• [SOURCE DATA]:
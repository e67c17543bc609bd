"""Exact search for the best placement of discrete parts.

The problem in its general shape::

    residual = target + sum_n count_n * effect_n

``effect_n`` is what one part of item k fitted at position j does, as one
complex value per channel: for a correction plane it is minus the part's
unbalance in g·mm (one channel); for field balancing it will be the predicted
vibration at several sensors.  The search finds, for every part count
k = 0 .. max_parts, the least Euclidean norm of the residual over all
selections of at most k parts that respect the capacity of each position
(0 for blocked ones) and the stock of each item.

How the search proves its answer (Notes)
----------------------------------------
* Placements (position, item) are sorted by the norm of their effect,
  largest first, so a multiset written in non-decreasing index order lists
  its parts from largest to smallest.
* Meet in the middle: every feasible pair of placements is tabulated once,
  with its summed effect, in a k-d tree (exact Euclidean distances).  A
  selection of k parts is its k-2 largest parts (the "head") plus a pair.
* Bound from the largest part that is left: a head of j parts whose smallest
  part has norm m can only be completed to k parts with residual below U if
  ``|target + head| - (k - j) * m < U`` (triangle inequality), so heads that
  fail it are never expanded or looked up.
* The incumbent U is the best residual with fewer parts, then shrinks as
  heads are looked up, most promising first.  Every head that survives is
  looked up exactly (nearest feasible pair; when the nearest few pairs all
  clash with the head on a position or an item, the pair table is scanned in
  full for that head), so the result is the proven optimum.
* The least added mass within a residual radius (:meth:`PlacementSearch.lightest`)
  uses the same heads and pairs, with the mass of the lightest parts left as
  the bound (a head of mass w can only be completed to less than the
  incumbent W if ``w + (k - j) * w_min < W``) and the radius as the
  geometric bound.
* Work is counted (candidate residuals evaluated, head rows grown), never
  timed: a part count whose search would pass the work budget is declined and
  left to the CP-SAT model (:mod:`placer.engine.model`), which reports its own
  proof status.  The same input gives the same answer on any machine and load.

References
----------
Meet-in-the-middle and branch-and-bound are textbook combinatorial search
(e.g. Horowitz and Sahni, "Computing partitions with applications to the
knapsack problem", J. ACM 21 (1974) 277-292; from memory).
"""

from __future__ import annotations

from dataclasses import dataclass, field

import numpy as np

from placer.limits import DEFAULT_WORK
from placer.residual import residual_of

NORMS = ("euclidean", "max")
"""Norms the search can minimise over the channels of the residual."""

PartList = tuple[tuple[int, int, int], ...]
"""Parts as (position_index, item_index, count), sorted by position then item."""

ABS_TOL = 0.01
"""Absolute proof tolerance on the residual, in the target's unit (g·mm)."""
REL_TOL = 0.005
"""Relative proof tolerance on the residual (0.5 %)."""

NEIGHBOURS_FIRST = 4
NEIGHBOURS_SECOND = 32
CHUNK_ROWS = 65536
MAX_PAIRS = 4_000_000
MAX_HEAD_ROWS = 6_000_000
DENSE_LIMIT = 200_000
"""Heads x tail rows up to which heads are completed by a dense scan, not a k-d tree."""
DENSE_TAIL = 4096
"""Tail rows up to which the dense scan takes more heads (a small tree does not pay for
importing scipy, as on a 12-hole bolt circle)..."""
DENSE_LIMIT_SMALL_TAIL = 3_000_000
"""...up to this many heads x tail rows."""
DENSE_CHUNK = 262_144
"""Head x tail combinations scored at once in the dense scan."""


@dataclass(frozen=True)
class Selection:
    """The best selection found with at most ``part_count`` parts.

    Parameters
    ----------
    part_count : int
        Most parts allowed (k).
    parts : PartList
        The parts, as (row, column, count) of the effects array.
    residual : complex array (n_channels,)
        ``target + Σ count·effect`` [the target's unit: g·mm for a plane].
    residual_norm : float
        Its norm, the one the search minimises [as ``residual``].
    lower_bound : float
        Proven least residual norm with at most ``part_count`` parts [as
        ``residual``]; 0.0 when none is known.
    proven : bool
        Whether ``residual_norm`` is proven least (within the proof tolerances).
    mass : float
        Added mass of the parts [g] (:attr:`PlacementSearch.mass` of each).
    """

    part_count: int
    parts: PartList
    residual: np.ndarray = field(repr=False)
    residual_norm: float
    lower_bound: float
    proven: bool
    mass: float = 0.0

    @property
    def used_parts(self) -> int:
        """Number of parts the selection really uses (may be below part_count)."""
        return sum(count for _, _, count in self.parts)


@dataclass(frozen=True)
class Front:
    """Least residual for every part count 0 .. max_parts.

    Parameters
    ----------
    entries : tuple of Selection
        Entry k: the least residual with at most k parts.
    work : int
        Work the search counted (candidate residuals evaluated).
    method : str
        "exact", or "exact+cp-sat" when a part count was declined (left
        unproven for the integer model).
    """

    entries: tuple[Selection, ...]
    work: int
    method: str

    @property
    def optimal(self) -> bool:
        return all(entry.proven for entry in self.entries)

• [WORK TASK]: Give only the lines from the one holding "uses the same" through the one holding "geometric bound.", each restated exactly as it appears above.

• [EXERCISE RESPONSE]:
  uses the same heads and pairs, with the mass of the lightest parts left as
  the bound (a head of mass w can only be completed to less than the
  incumbent W if ``w + (k - j) * w_min < W``) and the radius as the
  geometric bound.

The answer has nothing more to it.